Solitary bone lesions involving the toes can cause a significant deformity (Sproule et al., 2004; Tsang and Wu, 2008). Various differential diagnoses consist of Brodie’s abscess, subungual exostosis, Garre’s sclerosing, osteomyelitis, fibrous dysplasia, healing fracture, Ewing’s sarcoma, osteochondritis dissecans, chronic bone abscess, benign and malignant bone tumors, chondroblastoma, monoarticular arthritis or osteoid osteoma (Cerase and Priolo, 1998; Kahn et al., 1983). The incidence of osteoid osteoma is approximately 10% in all benign bone tumors and 2-3% of all primary bone tumors (Kransdorf et al., 1991). Involvement of the phalanges of the toes is uncommon and consequentially, misdiagnosis is frequent. Especially, if the symptom pain is missing. Though, a clear differentiation between malignant and benign osteoblastic tumors is extremely important (Cerase and Priolo, 1998; Greenspan, 1993). This study describes for the first time a painless osteoid osteoma involving the distal phalanx of the great toe in an adolescent with emphasis on the clinical presentation, radiographic appearances, pathological features and treatment.

MATERIALS AND MATHODS

Case report: A 14 years old caucasian boy was admitted to the Pediatric Surgery Department with painless progressive enlargement of the distal phalanx of his great right toe. The slow growing enlargement was first recognized half a year ago while buying new shoes but remained painless. The patient was first treated conservatively with different topical agents without any success. His general health was good and his past medical history was unremarkable. There was no positive family history of gout, unknown fever or trauma to the area.

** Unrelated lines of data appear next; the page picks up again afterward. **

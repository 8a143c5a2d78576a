"""What the sheet shows of each line beside its results: governing states, distributed by hand."""

from __future__ import annotations

from collections.abc import Hashable, Sequence
from dataclasses import replace

from analysis_core.calculation.assumptions import assumptions_part
from analysis_core.calculation.fixed_end_rows import fixed_end_rows
from analysis_core.checking.direct_bearing import direct_bearing
from analysis_core.checking.members import DEFLECTION_LIMIT, MemberChecks, check_line
from analysis_core.distribution.record import distribute
from analysis_core.effects.states import State, state_line
from analysis_core.errors import AnalysisError
from analysis_core.report.record_rows import RecordTable, closing_note, record_tables
from analysis_core.results import LineResult, Outcome
from analysis_core.settings import Settings
from analysis_core.sheet.anchors import anchor
from analysis_core.sheet.checks import NOTE, Told, line_checks
from analysis_core.sheet.details import deflections, redistribution, support_moments
from analysis_core.sheet.distribution import distribution, fixed_ends
from analysis_core.sheet.document import sheet
from analysis_core.sheet.html import Markup, tag
from analysis_core.sheet.line_section import member_name
from analysis_core.solving.line_details import detail_of
from analysis_core.units import DisplayUnits

_FACTORS_ABOVE = "Stiffness, distribution and carry-over factors as in the first table."
_MANY = 200
"""Lines of a sheet beyond which less is written down for each."""
_SHOWN = ("sagging", "hogging")
_MOST, _FEW = 4, 2


def calculation_sheet(outcome: Outcome, settings: Settings, units: DisplayUnits, date: str) -> str:
    """Return the whole sheet as HTML text."""
    bearing = direct_bearing(outcome.model)
    found = {
        result.line.mark: check_line(result, outcome.model, settings, bearing)
        for result in outcome.lines
        if result.status == "balanced"
    }

    codes = {each.code for of_line in found.values() for each in of_line}
    many = len(outcome.lines) > _MANY
    seen: dict[Hashable, LineResult] = {}
    told = Told()

    def working(result: LineResult) -> list[Markup]:
        return distribution_parts(result, units, seen, _FEW if many else _MOST)

    def checks(result: LineResult) -> list[Markup]:
        of_line = found.get(result.line.mark, [])
        return detail_parts(result, units) + check_parts(
            result, of_line, units, many=many, told=told
        )

    return sheet(
        outcome, units, title=settings.title, date=date, working=working, checks=checks,
        uses={mark: use for mark, each in found.items() if (use := _largest_use(each))},
        assumed=assumptions_part(outcome, settings, units, _how_much(many), codes),
    )  # fmt: skip


def _how_much(many: bool) -> str:
    """What is written down of each line, and what is left out for length."""
    of, most = ("of the line", "two") if many else ("of each section in the line", "four")
    return (
        f"Of each line the {most} states with the largest moments are distributed by hand; a line "
        f"equal to an earlier one refers to it. The working of each check is written down for the "
        f"member {of} that uses most of its resistance; the others follow the same formulas, and a "
        f"working equal in every number to an earlier one refers to it."
    )


def _largest_use(found: Sequence[MemberChecks]) -> tuple[float, str] | None:
    made = [each.worst for each in found if each.worst is not None]
    worst = max(made, key=lambda check: check.use, default=None)
    return None if worst is None else (worst.use, worst.name)


def distribution_parts(
    result: LineResult, units: DisplayUnits, seen: dict[Hashable, LineResult], most: int = _MOST
) -> list[Markup]:
    """Return the recorded distributions of the states that govern the moments of a line.

    ``seen`` keeps what was written down for earlier lines: an equal line refers to it.
    """
    if result.detail is None or result.parts is None:
        return []
    states = _by_size(result, [s for s in detail_of(result).states if _governs_moment(s)])
    if not states:
        return []
    heading = tag("h3", "Distribution of the governing states")
    key = _content(result, states[:most])
    first = seen.setdefault(key, result)
    if first is not result:
        same = tag("a", first.line.mark, href=f"#{anchor(first)}")
        words = "the same joints, members and actions under the same factors."
        return [heading, tag("p", "As for line ", same, f": {words}")]
    parts: list[Markup] = []
    for state in states[:most]:
        parts += _one(result, state, units, whole=not parts)
    if len(states) > most:
        left = "; ".join(s.source for s in states[most:])
        parts.append(tag("p", f"Not written down, for length: {left}.", class_="verification"))
    return [heading, *parts]


def _by_size(result: LineResult, states: Sequence[State]) -> list[State]:
    """The states whose moments are largest come first."""
    size: dict[str, float] = {}
    for member in result.envelopes["strength"].members:
        for extreme in (member.sagging, member.hogging):
            size[extreme.source] = max(size.get(extreme.source, 0.0), abs(extreme.value))
    return sorted(states, key=lambda state: -size.get(state.source, 0.0))


def _content(result: LineResult, states: Sequence[State]) -> Hashable:
    """Everything that the distribution of these states depends on, without names."""
    assert result.parts is not None
    line = result.parts.line
    joints = tuple((j.x, j.z, j.support) for j in line.joints)
    members = tuple(
        (m.start, m.end, m.pieces, m.role, m.start_spring, m.end_spring) for m in line.members
    )
    actions = tuple(
        tuple(replace(a, source="") for a in state_line(line, state, case="").actions)
        for state in states
    )
    return line.kind, joints, members, actions


def detail_parts(result: LineResult, units: DisplayUnits) -> list[Markup]:
    """Return deflections against limits, moments at faces and redistribution of a line."""
    if result.detail is None:
        return []
    detail = detail_of(result)
    parts = []
    if detail.deflections:
        parts.append(deflections(detail.deflections, units))
    if detail.supports:
        parts.append(support_moments(detail.supports, units))
    if detail.redistributed is not None:
        names = [member_name(m) for m in result.line.members]
        elastic = result.envelopes["strength"]
        parts += redistribution(detail.redistributed, elastic, names, units)
    return parts


def check_parts(
    result: LineResult,
    found: Sequence[MemberChecks],
    units: DisplayUnits,
    *,
    many: bool = False,
    told: Told | None = None,
) -> list[Markup]:
    """Return the checks of the members of a line; deflections have a table of their own.

    ``many``: the working of each check once for the line, not for each of its sections.
    ``told`` keeps the workings of the sheet.
    """
    found = _worked_once(result, [_without_limits(each) for each in found], by_section=not many)
    if not found:
        return []
    members = [
        (member_name(result.line.members[e.member]), e.code, e.restraints, e.checks) for e in found
    ]
    parts = line_checks(members, units, mark=result.line.mark, told=told)
    return [tag("h3", "Member checks"), *parts, tag("p", NOTE, class_="verification")]


def _without_limits(each: MemberChecks) -> MemberChecks:
    return replace(each, checks=tuple(c for c in each.checks if c.name != DEFLECTION_LIMIT))


def _worked_once(
    result: LineResult, found: Sequence[MemberChecks], *, by_section: bool
) -> list[MemberChecks]:
    """Keep the working of each check for the member that it is closest for."""
    groups = [
        section.name if by_section and (section := result.line.members[e.member].section) else ""
        for e in found
    ]
    worst: dict[tuple[str, str], tuple[float, int]] = {}
    for each, group in zip(found, groups, strict=True):
        for check in each.checks:
            key = check.name, group
            worst[key] = max(worst.get(key, (-1.0, 0)), (check.use, -each.member))
    return [
        replace(each, checks=tuple(
            check if worst[check.name, group][1] == -each.member else replace(check, steps=())
            for check in each.checks
        ))
        for each, group in zip(found, groups, strict=True)
    ]  # fmt: skip


def _one(result: LineResult, state: State, units: DisplayUnits, *, whole: bool) -> list[Markup]:
    """One state; stiffness and factors are those of the line and stand in its first alone."""
    assert result.parts is not None
    line = state_line(result.parts.line, state, case=state.source)
    unit = units.symbol("moment")
    governs = ", ".join(e for e in state.effects if e.startswith(_SHOWN))
    try:
        record = distribute(line, state.source)
    except AnalysisError as error:
        return [tag("p", f"{state.source}: {error}")]
    shown = [tag("p", f"{state.source} governs {governs}.", class_="governs")]
    rows = fixed_end_rows(line, units)
    if rows:
        shown.append(fixed_ends(rows, unit))
    tables = record_tables(record, units)
    if not whole and len(tables) == 1:
        tables = [_without_factors(tables[0])]
    for number, each in enumerate(tables):
        closing = closing_note(record, units) if number == len(tables) - 1 else ""
        shown.append(distribution(each, closing, unit))
    return shown


def _without_factors(table: RecordTable) -> RecordTable:
    rows = tuple(row for row in table.rows if row.kind not in ("stiffness", "factor", "carry"))
    return replace(table, rows=rows, notes=(_FACTORS_ABOVE, *table.notes))


def _governs_moment(state: State) -> bool:
    return any(effect.startswith(_SHOWN) for effect in state.effects)
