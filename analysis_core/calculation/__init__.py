"""What the calculation sheet holds: gathered here, laid out by ``sheet``."""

Physical examination: It revealed a bulbous enlargement of the distal segment of the great toe (Fig. 1). The nail and the soft tissue of the pulp were hypertrophied with obliteration of the normal angle between the base of the nail and the skin. There was no accompanying erythema or increase in local temperature and no pain occurred in moving. Mild tenderness was present without any limited range in motion. Vascular and neurologic parameters were normal. The remaining physical examination was within normal limits.

 

Fig. 1:	Entargement and clubbing of the distal phalanx of the right great toe with obliteration of the normal angle between the base of the nail and skin

 

 

Fig. 2:	Preoperative computered tomography of the distal right hallux with the central nidus (a) oblique view (b) dorsoplantar view

 

Radiographic examination: It was already done outside by the referring physician. No abnormal findings could be seen on first routine roentgenograms. One month before admission computered tomography and MRI revealed a suspicious 0.5x0.7 cm, ovoid circumscribed area of radioluceny and cortical defect at the tip of the distal phalanx of the right hallux (Fig. 2a, b). The radiologist’s interpretation indicated the possibility of acute osteomyelitis, subungual exostosis, osteochondroma and osteoma.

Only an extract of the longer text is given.